• _Problem details_:
Find the line that contains "if (run.length !== L" in the entries below. Write out that line and all that follow it, unchanged and alone.

• _Records supplied_:
# # #

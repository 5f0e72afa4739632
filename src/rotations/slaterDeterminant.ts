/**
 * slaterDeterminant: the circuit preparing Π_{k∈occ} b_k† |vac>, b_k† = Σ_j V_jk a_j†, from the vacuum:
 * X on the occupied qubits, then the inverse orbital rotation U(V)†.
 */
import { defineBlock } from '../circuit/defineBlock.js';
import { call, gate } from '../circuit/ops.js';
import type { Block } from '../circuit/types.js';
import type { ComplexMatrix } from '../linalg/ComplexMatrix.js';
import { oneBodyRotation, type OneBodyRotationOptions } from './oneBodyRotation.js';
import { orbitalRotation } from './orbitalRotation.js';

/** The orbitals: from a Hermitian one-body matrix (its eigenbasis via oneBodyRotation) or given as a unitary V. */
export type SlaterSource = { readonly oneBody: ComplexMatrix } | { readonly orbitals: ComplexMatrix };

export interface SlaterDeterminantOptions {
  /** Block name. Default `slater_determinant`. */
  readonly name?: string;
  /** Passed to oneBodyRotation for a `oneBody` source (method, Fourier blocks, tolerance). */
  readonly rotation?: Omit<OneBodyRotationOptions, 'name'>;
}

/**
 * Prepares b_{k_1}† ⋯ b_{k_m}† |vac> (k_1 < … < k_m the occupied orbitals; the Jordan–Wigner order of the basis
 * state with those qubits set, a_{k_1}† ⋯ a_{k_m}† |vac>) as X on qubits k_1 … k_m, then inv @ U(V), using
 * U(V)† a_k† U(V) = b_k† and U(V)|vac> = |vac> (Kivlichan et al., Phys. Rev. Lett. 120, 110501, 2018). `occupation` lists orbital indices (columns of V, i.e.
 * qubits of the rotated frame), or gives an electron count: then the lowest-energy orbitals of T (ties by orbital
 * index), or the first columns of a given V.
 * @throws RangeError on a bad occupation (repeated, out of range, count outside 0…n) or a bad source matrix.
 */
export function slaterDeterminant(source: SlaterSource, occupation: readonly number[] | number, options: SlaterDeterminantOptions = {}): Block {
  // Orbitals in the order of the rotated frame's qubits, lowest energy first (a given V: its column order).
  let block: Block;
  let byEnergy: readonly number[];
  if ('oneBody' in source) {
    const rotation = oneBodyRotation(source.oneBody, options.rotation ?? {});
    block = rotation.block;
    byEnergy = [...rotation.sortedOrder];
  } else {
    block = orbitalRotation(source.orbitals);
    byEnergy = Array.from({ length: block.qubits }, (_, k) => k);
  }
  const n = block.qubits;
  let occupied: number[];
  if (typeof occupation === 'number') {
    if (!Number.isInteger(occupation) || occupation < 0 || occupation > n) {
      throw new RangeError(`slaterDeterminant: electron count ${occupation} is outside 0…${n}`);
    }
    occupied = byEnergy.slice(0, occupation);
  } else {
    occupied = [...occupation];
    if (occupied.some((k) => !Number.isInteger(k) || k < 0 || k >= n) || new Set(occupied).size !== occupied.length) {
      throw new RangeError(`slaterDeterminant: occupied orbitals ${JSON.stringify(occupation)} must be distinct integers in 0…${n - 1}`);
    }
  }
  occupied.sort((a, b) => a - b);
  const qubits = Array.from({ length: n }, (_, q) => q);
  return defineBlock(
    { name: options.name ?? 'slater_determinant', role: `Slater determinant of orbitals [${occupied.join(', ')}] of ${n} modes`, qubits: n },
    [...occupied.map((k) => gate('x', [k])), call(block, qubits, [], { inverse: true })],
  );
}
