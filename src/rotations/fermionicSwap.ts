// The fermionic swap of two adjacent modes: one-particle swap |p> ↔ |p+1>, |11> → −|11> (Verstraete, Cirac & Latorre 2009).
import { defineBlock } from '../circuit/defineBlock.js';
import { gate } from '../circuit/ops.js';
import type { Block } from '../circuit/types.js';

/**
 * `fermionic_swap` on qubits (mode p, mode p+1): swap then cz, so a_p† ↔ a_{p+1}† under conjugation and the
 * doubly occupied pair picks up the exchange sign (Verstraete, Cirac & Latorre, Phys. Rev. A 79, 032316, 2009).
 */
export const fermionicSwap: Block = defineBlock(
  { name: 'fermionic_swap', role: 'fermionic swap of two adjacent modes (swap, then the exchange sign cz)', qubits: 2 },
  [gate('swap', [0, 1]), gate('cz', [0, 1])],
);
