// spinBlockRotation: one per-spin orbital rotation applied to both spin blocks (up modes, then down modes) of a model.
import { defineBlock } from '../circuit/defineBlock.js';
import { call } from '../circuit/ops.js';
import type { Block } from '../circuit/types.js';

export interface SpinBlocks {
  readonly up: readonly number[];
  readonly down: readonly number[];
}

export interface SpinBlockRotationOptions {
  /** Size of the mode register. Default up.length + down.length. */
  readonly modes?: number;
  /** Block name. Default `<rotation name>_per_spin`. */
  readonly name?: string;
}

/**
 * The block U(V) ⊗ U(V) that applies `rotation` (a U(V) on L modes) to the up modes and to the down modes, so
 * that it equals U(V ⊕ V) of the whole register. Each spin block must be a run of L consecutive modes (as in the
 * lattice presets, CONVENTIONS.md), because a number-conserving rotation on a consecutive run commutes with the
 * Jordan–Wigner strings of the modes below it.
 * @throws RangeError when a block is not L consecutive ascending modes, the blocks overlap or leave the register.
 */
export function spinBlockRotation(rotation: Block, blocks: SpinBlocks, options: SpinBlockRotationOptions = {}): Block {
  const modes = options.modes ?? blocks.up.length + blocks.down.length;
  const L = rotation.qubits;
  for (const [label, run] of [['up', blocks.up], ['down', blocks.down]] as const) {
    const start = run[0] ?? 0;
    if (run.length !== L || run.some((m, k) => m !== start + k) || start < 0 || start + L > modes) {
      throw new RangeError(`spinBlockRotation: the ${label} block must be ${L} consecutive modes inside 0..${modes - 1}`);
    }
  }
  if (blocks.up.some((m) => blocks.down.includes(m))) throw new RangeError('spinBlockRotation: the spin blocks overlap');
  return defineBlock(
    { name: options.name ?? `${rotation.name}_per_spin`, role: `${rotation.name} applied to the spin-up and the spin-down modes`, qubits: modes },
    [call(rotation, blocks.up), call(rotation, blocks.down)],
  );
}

# # #

• _Exercise answer_:
    if (run.length !== L || run.some((m, k) => m !== start + k) || start < 0 || start + L > modes) {
      throw new RangeError(`spinBlockRotation: the ${label} block must be ${L} consecutive modes inside 0..${modes - 1}`);
    }
  }
  if (blocks.up.some((m) => blocks.down.includes(m))) throw new RangeError('spinBlockRotation: the spin blocks overlap');
  return defineBlock(
    { name: options.name ?? `${rotation.name}_per_spin`, role: `${rotation.name} applied to the spin-up and the spin-down modes`, qubits: modes },
    [call(rotation, blocks.up), call(rotation, blocks.down)],
  );
}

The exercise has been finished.